>10X slower for zeroing out row and column slice

JuliaSparse / SuiteSparseGraphBLAS.jl

Sparse, General Linear Algebra for Graphs!

MIT License

102 stars 16 forks source link

>10X slower for zeroing out row and column slice #109

Open mzy2240 opened 1 year ago

mzy2240 commented 1 year ago

function zero_out(mat, bus_index)
    mat[bus_index, :] .= 0
    mat[:, bus_index] .= 0
    mat[bus_index, bus_index] = -1
    return mat
end

For the above code, GBMatrix is > 13.5 times slower than the default sparse matrix for a 20k * 20k sparse matrix with 0.018% sparsity.

rayegun commented 1 year ago

So what exactly do you want to do here? What you're doing is setting all those indices to be explicitly 0. As in they are now stored.
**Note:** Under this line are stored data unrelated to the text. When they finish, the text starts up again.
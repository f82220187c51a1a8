import { maximumCp, solveCurve, solvePoint } from '@tipward/bem-solver';
import type { DesignContent, Evaluation, SpanPoint, Specification } from '@tipward/contract';
import type { AirfoilData } from '../airfoil-data.ts';
import type { LiveResult } from './live-result.ts';
import type { PreparedRotor } from './rotor-input.ts';
import { prepareRotor } from './rotor-input.ts';
import { collectWarnings } from './warnings.ts';

export interface LiveInput {
  readonly content: DesignContent;
  readonly specification: Specification;
  readonly airfoils: readonly AirfoilData[];
  /** Tip-speed ratio the spanwise state is shown at; null takes the design's. */
  readonly tipSpeedRatio: number | null;
}

const LAMBDA_STEP = 0.2;

/** Tip-speed ratios of the curve: from 1 to well past the design's, evenly spaced. */
function curveRatios(designRatio: number): number[] {
  const top = Math.max(12, Math.ceil(designRatio * 1.6));
  return Array.from({ length: Math.round((top - 1) / LAMBDA_STEP) + 1 }, (_, i) =>
    Number((1 + i * LAMBDA_STEP).toFixed(6)),
  );
}

/** The state along the span at one tip-speed ratio and the content's pitch, at rated rotor speed. */
function solveSpan(
  prepared: PreparedRotor,
  spec: Specification,
  pitchDeg: number,
  tipSpeedRatio: number,
): Evaluation['span'] {
  const windSpeedMS = (prepared.rotorSpeedRadS * spec.tipRadiusM) / tipSpeedRatio;
  const point = solvePoint(
    prepared.rotor,
    { windSpeedMS, rotorSpeedRadS: prepared.rotorSpeedRadS, pitchDeg },
    { sections: true },
  );
  const points = prepared.elements.map((element, i): SpanPoint => {
    const s = point.sections?.[i];
    const alphaDeg = s?.alphaDeg ?? null;
    return {
      radiusM: element.radiusM,
      chordM: element.chordM,
      twistDeg: element.twistDeg,
      thicknessPct: element.thicknessPct,
      status: s?.status ?? 'no-solution',
      inflowDeg: s?.inflowDeg ?? null,
      alphaDeg,
      axialInduction: s?.axialInduction ?? null,
      tangentialInduction: s?.tangentialInduction ?? null,
      lossFactor: s?.lossFactor ?? null,
      cl: s?.cl ?? null,
      cd: s?.cd ?? null,
      relativeSpeedMS: s?.relativeSpeedMS ?? null,
      normalForceNM: s?.normalForceNM ?? null,
      tangentialForceNM: s?.tangentialForceNM ?? null,
      reynolds: s?.reynolds ?? null,
      stallMarginDeg: element.stallDeg === null || alphaDeg === null ? null : element.stallDeg - alphaDeg,
    };
  });
  return { tipSpeedRatio, windSpeedMS, pitchDeg, points };
}

/** What changes at every key: Cp–λ at the design's pitch with its maximum, the spanwise state and the warnings. */
export function solveLive({ content, specification, airfoils, tipSpeedRatio }: LiveInput): LiveResult {
  const prepared = prepareRotor(content, specification, airfoils);
  const ratios = curveRatios(content.designTipSpeedRatio);
  const curve = solveCurve(prepared.rotor, { pitchDeg: content.pitchDeg, tipSpeedRatios: ratios });
  const best = maximumCp(prepared.rotor, {
    pitchDeg: content.pitchDeg,
    lambdaMin: ratios[0] ?? 1,
    lambdaMax: ratios.at(-1) ?? 12,
  });
  const span = solveSpan(
    prepared,
    specification,
    content.pitchDeg,
    tipSpeedRatio ?? content.designTipSpeedRatio,
  );
  const number = (value: number | undefined) =>
    value === undefined || !Number.isFinite(value) ? null : value;
  return {
    curve: {
      pitchDeg: content.pitchDeg,
      tipSpeedRatio: ratios,
      cp: ratios.map((_, i) => number(curve.cp[i])),
      ct: ratios.map((_, i) => number(curve.ct[i])),
    },
    maxCp: best?.cp ?? null,
    tipSpeedRatioAtMaxCp: best?.tipSpeedRatio ?? null,
    ctAtMaxCp: best?.ct ?? null,
    span,
    warnings: collectWarnings(content, specification, prepared, span),
  };
}
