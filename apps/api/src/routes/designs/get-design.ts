import { getDesign } from '@tipward/contract';
import { route } from '../../http/route.ts';
import { getDesign as serve } from '../../services/designs/get-design.ts';

export const getDesignRoute = route(getDesign, async ({ actor, params, setETag }) => {
  const { view, etag } = await serve(actor, params.designId);
  setETag(etag);
  return view;
});
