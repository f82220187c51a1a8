import { listDesignsRoute } from './list-designs.ts';
import { createDesignRoute } from './create-design.ts';
import { getDesignRoute } from './get-design.ts';
import { renameDesignRoute } from './rename-design.ts';
import { evaluateContentRoute } from './evaluate-content.ts';

export const designRoutes = [
  listDesignsRoute,
  createDesignRoute,
  getDesignRoute,
  renameDesignRoute,
  evaluateContentRoute,
];
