using System.Collections.Immutable;
using System.Globalization;
using System.Xml.Linq;
using BladeLoads.Results.Receipts;
using static BladeLoads.Results.Report.Html;

namespace BladeLoads.Results.Report;

/// <summary>What the cases are: the values of one of them, and by which values each of the others differs from it.</summary>
internal static class CasesSection
{
    private const int MostCases = 300;
    private const int HashLength = 64;

    public static XElement? Of(StudyReport report)
    {
        var solved = report.Cases.Where(c => c.Receipt is not null).ToList();
        if (solved.Count == 0)
            return null;
        var reference = solved.Find(c => c.Row.Case == report.Baseline) ?? solved[0];
        return Element(
            "section", Text("h2", "The cases"),
            Table(
                ^0.., ["case", "title", $"differs from {reference.Row.Case} in"],
                solved.Take(MostCases).Select(c => (string[])[c.Row.Case, c.Row.Title, Differences(c.Receipt!, reference.Receipt!)])).Class("cases"),
            solved.Count > MostCases
                ? Text("p", string.Create(CultureInfo.InvariantCulture, $"{solved.Count - MostCases} more cases are in summary.csv."))
                : null,
            Text("h3", $"Values of {reference.Row.Case}"),
            Text("p", "Keys as in case files, with what was left out filled in; of tables the SHA-256 of their values."),
            Table(^0.., ["key", "value"], reference.Receipt!.Values.OrderBy(v => v.Key, StringComparer.Ordinal).Select(v => (string[])[v.Key, v.Value])));
    }

    private static string Differences(Receipt receipt, Receipt reference)
    {
        var differences = receipt.Values.Keys.Union(reference.Values.Keys).Order(StringComparer.Ordinal)
            .Where(key => receipt.Values.GetValueOrDefault(key) != reference.Values.GetValueOrDefault(key))
            .Select(key => Told(key, receipt.Values.GetValueOrDefault(key))).ToImmutableArray();
        return string.Join("; ", differences);
    }

    private static string Told(string key, string? value) => value switch
    {
        null => $"no {key}",
        { Length: HashLength } when value.All(char.IsAsciiHexDigitLower) => $"{key}: another table",
        _ => $"{key} {value}",
    };
}
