using System.Collections.Immutable;
using BladeLoads.Results.Comparison;
using BladeLoads.Results.Receipts;
using BladeLoads.Results.Tables;

namespace BladeLoads.Results.Report;

/// <summary>All that the report of a study shows; <see cref="ReportPage"/> makes a page of it.</summary>
/// <param name="Baseline">The case that others are compared with, by name; null for none.</param>
/// <param name="Cases">In the order of the summary.</param>
/// <param name="Moved">What the last run that solved anything moved, the largest first; empty for nothing.</param>
public sealed record StudyReport(
    string Study, string ToolVersion, string? Baseline, ImmutableArray<ReportedCase> Cases, ImmutableArray<ReportedChange> Moved)
{
    /// <summary>Name of the file.</summary>
    public const string FileName = "report.html";
}

/// <summary>A case of the report.</summary>
/// <param name="File">The case file, relative to the study folder; empty where it is not known. Cases of one file are drawn together.</param>
/// <param name="Receipt">Null, like <paramref name="Curve"/>, where there is no current result, or it cannot be read.</param>
public sealed record ReportedCase(SummaryRow Row, string File, Receipt? Receipt, StoredCurve? Curve);

/// <summary>A figure that moved, as <c>changes.csv</c> has it.</summary>
/// <param name="Old">In its unit; null where there was none.</param>
/// <param name="Percent">Of the old value.</param>
public sealed record ReportedChange(string Case, string Figure, string Unit, double? Old, double? New, double Percent);
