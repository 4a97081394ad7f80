using System.Collections.Immutable;
using BladeLoads.Results.Comparison;
using BladeLoads.Results.Pictures;
using BladeLoads.Results.Receipts;
using BladeLoads.Results.Tables;

namespace BladeLoads.Results.Report;

/// <summary>All that the report of a study shows; <see cref="ReportPage"/> makes a page of it.</summary>
/// <param name="Baseline">The case that others are compared with, by name; null for none.</param>
/// <param name="Cases">In the order of the summary.</param>
/// <param name="Moved">What the last run that solved anything moved, case by case; empty for nothing.</param>
public sealed record StudyReport(
    string Study, string ToolVersion, string? Baseline, ImmutableArray<ReportedCase> Cases, ImmutableArray<MovedCase> Moved)
{
    /// <summary>More curves need not be given: they would not be drawn.</summary>
    public const int MostCurves = CurveSection.MostPictures * CurvePicture.MostLines;

    /// <summary>Name of the file.</summary>
    public const string FileName = "report.html";
}

/// <summary>A case of the report.</summary>
/// <param name="File">The case file, relative to the study folder; empty where it is not known. Cases of one file are drawn together.</param>
/// <param name="Receipt">Null, like <paramref name="Curve"/>, where there is no current result, or it cannot be read.</param>
/// <param name="Reason">Why there is no current result; empty where that is not known, or there is one.</param>
public sealed record ReportedCase(SummaryRow Row, string File, Receipt? Receipt, StoredCurve? Curve, string Reason = "");

/// <summary>What moved of a case, as <c>changes.csv</c> has it.</summary>
/// <param name="Why">What was changed; empty where that is not known.</param>
/// <param name="Note">Why nothing was compared; empty where something was.</param>
public sealed record MovedCase(string Case, string Why, string Note, ImmutableArray<MovedFigure> Figures);

/// <summary>A figure that moved, in its unit, with the wind speeds (m/s) where it was and is.</summary>
/// <param name="Old">Null where there was none; likewise <paramref name="New"/>.</param>
/// <param name="Percent">Of the old value; null where that tells nothing.</param>
public sealed record MovedFigure(string Figure, string Unit, double? Old, double? OldAt, double? New, double? NewAt, double? Percent, string Note);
I probably need better docs and apis for this. You want those to become implicit zeros?

mzy2240 commented 1 year ago

Without changing the sparsity, I want the nonzero entries at this row and column to be ZERO.

mzy2240 commented 1 year ago

When doing this for the default CSC matrix, it is actually only changing those nonzeros to 0-value nonzeros.

rayegun commented 1 year ago

I think I can find a relatively performant solution involving masks. I have to update the package though to fix a bug I found writing the solution.

@DrTimothyAldenDavis what's the fastest way of doing these operations? This is one use-case where the range based masks I've discussed with you before would be useful. We want to do something like apply!(A[bus_index, :], 0, second) here. But constructing that range as a mask could be costly.

DrTimothyAldenDavis commented 1 year ago

Probably the best way to do this would be GrB_assign, with a structural mask that is the same as the matrix you are modifying. So C<C,struct>(:,j) = 0 to zero out a column, or (i,:) to zero out a row.

It looks like this will select my internal kernel called GB_subassign_05, which is a bit more general, doing C(I,J)<M>=scalar, and where the matrix C and matrix M need not be the same. They are the same in this case, which is a very special (and important) case that I often try to exploit.

But it doesn't seem that I exploit it in this case. I'll get a binary search in the inner loop, as a result. It will be decent in performance but I could do better. I have a blizzard of methods for GrB_assign (about 40?). A 41st method, which did C(I,J)<C,struct>=scalar

would speed this up quite a bit.

DrTimothyAldenDavis commented 1 year ago

Note that in the assignnment, the scalar 0 is an explicit zero, not an implicit one. I do have "zombie assignment" methods that delete all entries in a single row or single column, but that's not what you want here.

DrTimothyAldenDavis commented 1 year ago

No need to construct a special mask for this case, if that's what I understand what is meant by the dot equal ( .= ) notation.

rayegun commented 1 year ago

Using the mask as is with assign I didn't think of! That's great thank you.

Dot assignment lowers to subassign. I need to automatically dispatch to assign when I detect the larger mask, I'll release that change shortly.